# Charter in Puerto Rico??



## Whitecap00 (Mar 7, 2008)

Heading to Puerto Rico the first week of May. Planning on doing some fishing while im over there. Can anyone recommend an offshorecharter?


----------



## ONELINEOFF (Mar 9, 2010)

been to puerto rico on a charter / word of the wise make sure you know in advanced what they are targeting . We went out of cabo rojo and and promised fish for the plate and alll we caught was barracudda. 

good luck


----------



## fred (Dec 28, 2008)

I went out with a guy who's supposed to be the biggest down there, don't remember the name but he's on the left as you cross the stone bridge going towards the old city and the fort. He controls several boats and has a tackle shop at the dock. I wouldn't go again. It was a shared charter. I had a guy who worked for me along and there was a couple who had never fished.

We caught a couple of dorado and small wahoo. We could have cleaned up on dorado, they were really active on a weed line, but the captain kept us off to the side only going in close a couple of times to let us pick off the two, plus two for the couple. There was no trick at all, as soon as we got near the line we picked up dorado, once a double, but he wasn't going to let us catch a bunch.

Then when we got in he was offended that we wanted to keep our fish to take back to the condo and grill on the beach - he wanted the fish.

They seem to be interested in big bucks big game fishing, but it was not the season. That's fine, I would be too, but that does not mean you can't show us others a good time - if he doesn't want to he shouldn't take the charter. Having a captain act like he's doing you a favor by taking your money does not lend to a good atmosphere.

I think Iremember the name but since I'm not 100% sure I'm not going to say. The dock is at 18.45979 North by 66.087593 West.

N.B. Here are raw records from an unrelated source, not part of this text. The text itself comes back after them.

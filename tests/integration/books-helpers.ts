// Shared by the books tests: a reconciled, locked period made to order (the statement and its
// period row, as lockPeriod leaves them), so a test can date money inside it.
import { bankStatements, reconciliationPeriods } from "@/db/schema";
import { db } from "./helpers";

export function lockBooksThrough(clubId: string, periodStart: string, periodEnd: string): void {
  const [statement] = db()
    .insert(bankStatements)
    .values({ clubId, format: "csv", fileName: "locked-for-test.csv", periodStart, periodEnd, closingBalanceMinor: 0, currency: "USD", lineCount: 0 })
    .returning({ id: bankStatements.id })
    .all();
  db().insert(reconciliationPeriods).values({ clubId, statementId: statement!.id, periodStart, periodEnd, statementBalanceMinor: 0, bookBalanceMinor: 0, depositsInTransitMinor: 0, outstandingChequesMinor: 0, bankChargesMinor: 0, bankCreditsMinor: 0, locked: true }).run();
}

We went tarpon fishing in the lagoon with a small operator and he showed us a good time. Didn't catch much, they were rolling but had lockjaw, but he was friendly and worked hard at it - that I would do again. Wish I remembered his name, but it's been a few years.


----------



## Whitecap00 (Mar 7, 2008)

Thanks for the input. I guess I need to do my homework before this trip??


----------